> **PROBLEM TO WORK ON**: Only lines containing the string "repository" belong in the answer; find them in the records and copy them.

> **MATERIAL FOR THIS EXERCISE**:

/**
 * The built client must not reach outside the app: no CDN (Monaco's loader ships one by default,
 * stripped at build time by src/lib/build/strip-cdn.ts), no external host at all. Every
 * http(s) URL in <build>/client/**\/*.js must be loopback or on the allow-list below, each entry
 * a string that is never fetched (XML namespaces, or links printed in help and error text).
 */
import { existsSync, readdirSync, readFileSync, statSync } from 'node:fs';
import { join, relative } from 'node:path';
import { beforeAll, describe, expect, it } from 'vitest';
import { buildApp } from './support/server';

/** URLs that may appear in the bundle, and why they are harmless. */
const ALLOWED: { pattern: RegExp; why: string }[] = [
  { pattern: /^http:\/\/www\.w3\.org\/(2000\/svg|1999\/xlink|1999\/xhtml|1998\/Math\/MathML|XML\/1998\/namespace|2000\/xmlns\/?)$/, why: 'XML namespace identifiers used by React and SVG' },
  { pattern: /^http:\/\/www\.w3\.org\/2001\/XMLSchema#\w+$/, why: 'XML Schema type names inside elkjs' },
  { pattern: /^http:\/\/www\.eclipse\.org\/(emf\/200[23]\/(Ecore|XMLType)|elk\/ElkGraph)$/, why: 'model namespace identifiers inside elkjs' },
  { pattern: /^https:\/\/react\.dev\/errors\/$/, why: 'React builds this link into minified error messages; nothing is fetched' },
  { pattern: /^https:\/\/github\.com\/microsoft\/monaco-editor(\/blob\/main\/LICENSE\.txt|#faq)?$/, why: 'licence header and a help message in Monaco' },
  { pattern: /^https:\/\/github\.com\/suren-atoyan\/monaco-loader#config$/, why: 'deprecation message text of the Monaco loader' },
  { pattern: /^https:\/\/github\.com\/markedjs\/marked\.?$/, why: 'error message text of the Markdown renderer inside Monaco' },
  { pattern: /^https:\/\/code\.visualstudio\.com\/docs\/editor\/codebasics#_[\w-]+$/, why: 'help links in Monaco option descriptions' },
  { pattern: /^https:\/\/microsoft\.com$/, why: 'sample text of a Markdown link helper in Monaco' },
];

function listJs(dir: string): string[] {
  const out: string[] = [];
  for (const name of readdirSync(dir)) {
    const p = join(dir, name);
    if (statSync(p).isDirectory()) out.push(...listJs(p));
    else if (p.endsWith('.js') || p.endsWith('.mjs')) out.push(p);
  }
  return out;
}

let clientDir = '';

describe('built client', () => {
  beforeAll(async () => {
    clientDir = join(await buildApp(), 'client');
  });

  it('contains no CDN address of Monaco', () => {
    expect(existsSync(clientDir)).toBe(true);
    const files = listJs(clientDir);
    expect(files.length).toBeGreaterThan(0);
    const hits = files.filter((f) => /cdn\.jsdelivr\.net|unpkg\.com|cdnjs\.cloudflare\.com/.test(readFileSync(f, 'utf8')));
    expect(hits.map((f) => relative(clientDir, f))).toEqual([]);
  });

  it('names no external host outside the allow-list', () => {
    const bad = new Map<string, string>();
    let seen = 0;
    for (const f of listJs(clientDir)) {
      const text = readFileSync(f, 'utf8');
      for (const m of text.matchAll(/https?:\/\/[A-Za-z0-9.-]+(?::\d+)?[^\s"'`)<>\\]*/g)) {
        const url = m[0].replace(/[.,;:]+$/, '');
        seen++;
        const host = new URL(url).hostname;
        if (host === 'localhost' || host === '127.0.0.1' || host === '[::1]') continue;
        if (ALLOWED.some((a) => a.pattern.test(url))) continue;
        bad.set(url, relative(clientDir, f));
      }
    }
    expect(seen).toBeGreaterThan(0); // the scan really looked at URLs (namespaces are always there)
    expect([...bad.entries()]).toEqual([]);
  });
});
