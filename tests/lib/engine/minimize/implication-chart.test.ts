/** The implication chart: reasons, implied pairs, and agreement with a slow reference sweep. */
import fc from 'fast-check';
import { describe, expect, it } from 'vitest';
import { interchangeToTable, type FlowTable } from '../../../../src/lib/engine/model';
import { buildImplicationChart, pairIndex } from '../../../../src/lib/engine/minimize/index';
import { arbitraryTable } from '../../../support/arbitrary-table';
import { countCompatiblePairs, naiveCompatibility } from '../../../support/minimize-oracle';

// A small invented table (a jog-wheel style debouncer) built so that each kind of chart entry appears.
const T = interchangeToTable({
  format: 'quiesce-flow-table',
  version: 1,
  name: 'jog_debounce',
  inputs: ['phase', 'press'],
  outputs: ['step', 'click'],
  states: ['idle', 'armed', 'held', 'spin', 'lost'],
  reset: 'idle',
  rows: {
    idle: { '00': 'idle/00', '10': 'armed/0-', '01': 'held/--' },
    armed: { '00': 'idle/-0', '10': 'armed/00', '11': 'spin/1-' },
    held: { '00': 'idle/0-', '01': 'held/-1', '11': 'spin/--' },
    spin: { '11': 'spin/10', '10': 'lost/--' },
    lost: { '10': 'lost/11', '11': 'spin/-1' },
  },
});
const S = (name: string) => T.states.indexOf(name);

describe('buildImplicationChart', () => {
  const chart = buildImplicationChart(T);

  it('indexes pairs compactly, n(n-1)/2 entries', () => {
    expect(chart.status).toHaveLength(10);
    expect(pairIndex(0, 1)).toBe(0);
    expect(pairIndex(3, 1)).toBe(pairIndex(1, 3));
    expect(new Set([0, 1, 2, 3, 4].flatMap((j) => [0, 1, 2, 3, 4].filter((i) => i < j).map((i) => pairIndex(i, j)))).size).toBe(10);
  });

  it('names the column and output of an output conflict', () => {
    // spin gives click = 0 at 11, lost gives click = 1 at 11
    expect(chart.reasonOf(S('spin'), S('lost'))).toEqual({ kind: 'outputs', inputs: '11', output: 'click' });
    expect(chart.isCompatible(S('lost'), S('spin'))).toBe(false);
  });

  it('names the implied incompatible pair and the column that implies it', () => {
    // armed and lost conflict on step at 10 (0 against 1)
    expect(chart.reasonOf(S('armed'), S('lost'))).toEqual({ kind: 'outputs', inputs: '10', output: 'step' });
    // armed and spin agree on outputs, but at 10 they go to armed and lost
    expect(chart.reasonOf(S('armed'), S('spin'))).toEqual({ kind: 'implied', via: [S('armed'), S('lost')], inputs: '10' });
  });

  it('lists implied pairs, each with the column that implies it', () => {
    // idle and armed: both go to idle at 00 and to armed at 10, so nothing is implied
    expect(chart.isCompatible(S('idle'), S('armed'))).toBe(true);
    expect(chart.reasonOf(S('idle'), S('armed'))).toBeUndefined();
    expect(chart.impliedPairsOf(S('idle'), S('armed'))).toEqual([]);
    expect(chart.isCompatible(S('idle'), S('held'))).toBe(true);
    expect(chart.isCompatible(S('armed'), S('held'))).toBe(true);
    // idle and spin: at 10 they go to armed and lost, an incompatible pair
    expect(chart.impliedPairsOf(S('idle'), S('spin'))).toEqual([{ pair: [S('armed'), S('lost')], inputs: '10' }]);
    expect(chart.isCompatible(S('idle'), S('spin'))).toBe(false);
  });

  it('lists every pair once, row by row, as the triangle is drawn', () => {
    const e = chart.entries();
    expect(e.map((x) => x.pair)).toEqual([
      [0, 1],
      [0, 2],
      [1, 2],
      [0, 3],
      [1, 3],
      [2, 3],
      [0, 4],
      [1, 4],
      [2, 4],
      [3, 4],
    ]);
    expect(e.filter((x) => x.compatible).length).toBe(chart.compatiblePairs);
    for (const x of e) expect(x.compatible).toBe(x.reason === undefined);
  });

  it('treats a state as compatible with itself', () => {
    expect(chart.isCompatible(2, 2)).toBe(true);
    expect(chart.reasonOf(2, 2)).toBeUndefined();
  });

  it('agrees with a slow reference sweep on random tables, and every reason checks out', () => {
    fc.assert(
      fc.property(arbitraryTable({ maxStates: 9, maxInputs: 3, hostileNames: false, extras: false }), (t: FlowTable) => {
        const chart = buildImplicationChart(t);
        const ok = naiveCompatibility(t);
        expect(chart.compatiblePairs).toBe(countCompatiblePairs(ok));
        const n = t.states.length;
        for (let j = 1; j < n; j++) {
          for (let i = 0; i < j; i++) {
            expect(chart.isCompatible(i, j)).toBe(ok[i]![j]);
            const r = chart.reasonOf(i, j);
            if (!r) continue;
            const cols = 1 << t.inputs.length;
            const c = [...r.inputs].reduce((acc, ch, k) => acc | (ch === '1' ? 1 << k : 0), 0);
            if (r.kind === 'outputs') {
              const k = t.outputs.indexOf(r.output);
              const a = i * cols + c;
              const b = j * cols + c;
              expect((t.outCare[a]! >> k) & (t.outCare[b]! >> k) & 1).toBe(1);
              expect(((t.outValue[a]! ^ t.outValue[b]!) >> k) & 1).toBe(1);
            } else {
              const nx = [t.next[i * cols + c]!, t.next[j * cols + c]!].sort((x, y) => x - y);
              expect(nx).toEqual(r.via);
              expect(ok[r.via[0]]![r.via[1]]).toBe(false);
            }
          }
        }
      }),
      { numRuns: 150 },
    );
  });
});
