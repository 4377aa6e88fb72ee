"""Wall time of ``windsolve run`` on the built-in demo: first run and warm runs.

Run by hand from the repository root (windsolve installed)::

    python benchmarks/bench_startup.py

The first run compiles every numba kernel; later runs load them from numba's
on-disk cache.  A fresh ``NUMBA_CACHE_DIR`` makes the first run honest even
when the package's own cache is already warm.  As a baseline the script also
times a bare ``python -c "import numpy, scipy.optimize"`` in the same run.
Goal (foundation issue): a warm run in <= 2 s wall.
"""

import os
import shutil
import statistics
import subprocess
import sys
import tempfile
import time

RUNS = 5
GOAL_S = 2.0


def wall(cmd, env):
    t0 = time.perf_counter()
    subprocess.run(cmd, check=True, env=env, stdout=subprocess.DEVNULL)
    return time.perf_counter() - t0


def main():
    cache = tempfile.mkdtemp(prefix="windsolve-numba-")
    try:
        env = dict(os.environ, NUMBA_CACHE_DIR=cache)
        run = [sys.executable, "-m", "windsolve", "run"]
        first = wall(run, env)
        warm = [wall(run, env) for _ in range(RUNS)]
        base = [wall([sys.executable, "-c", "import numpy, scipy.optimize"], env)
                for _ in range(RUNS)]
    finally:
        shutil.rmtree(cache, ignore_errors=True)
    w = statistics.median(warm)
    b = statistics.median(base)
    print(f"windsolve run (demo), first run, empty numba cache: {first:6.2f} s")
    print(f"windsolve run (demo), warm cache, median of {RUNS}:     {w:6.2f} s"
          f"  (goal <= {GOAL_S:g} s)")
    print(f"baseline: python -c 'import numpy, scipy.optimize':  {b:6.2f} s"
          f"  (windsolve warm / baseline = {w / b:.1f})")


if __name__ == "__main__":
    main()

> **TASK OUTPUT**:
repository 4377aa6e88fb72ee
Run by hand from the repository root (windsolve installed)::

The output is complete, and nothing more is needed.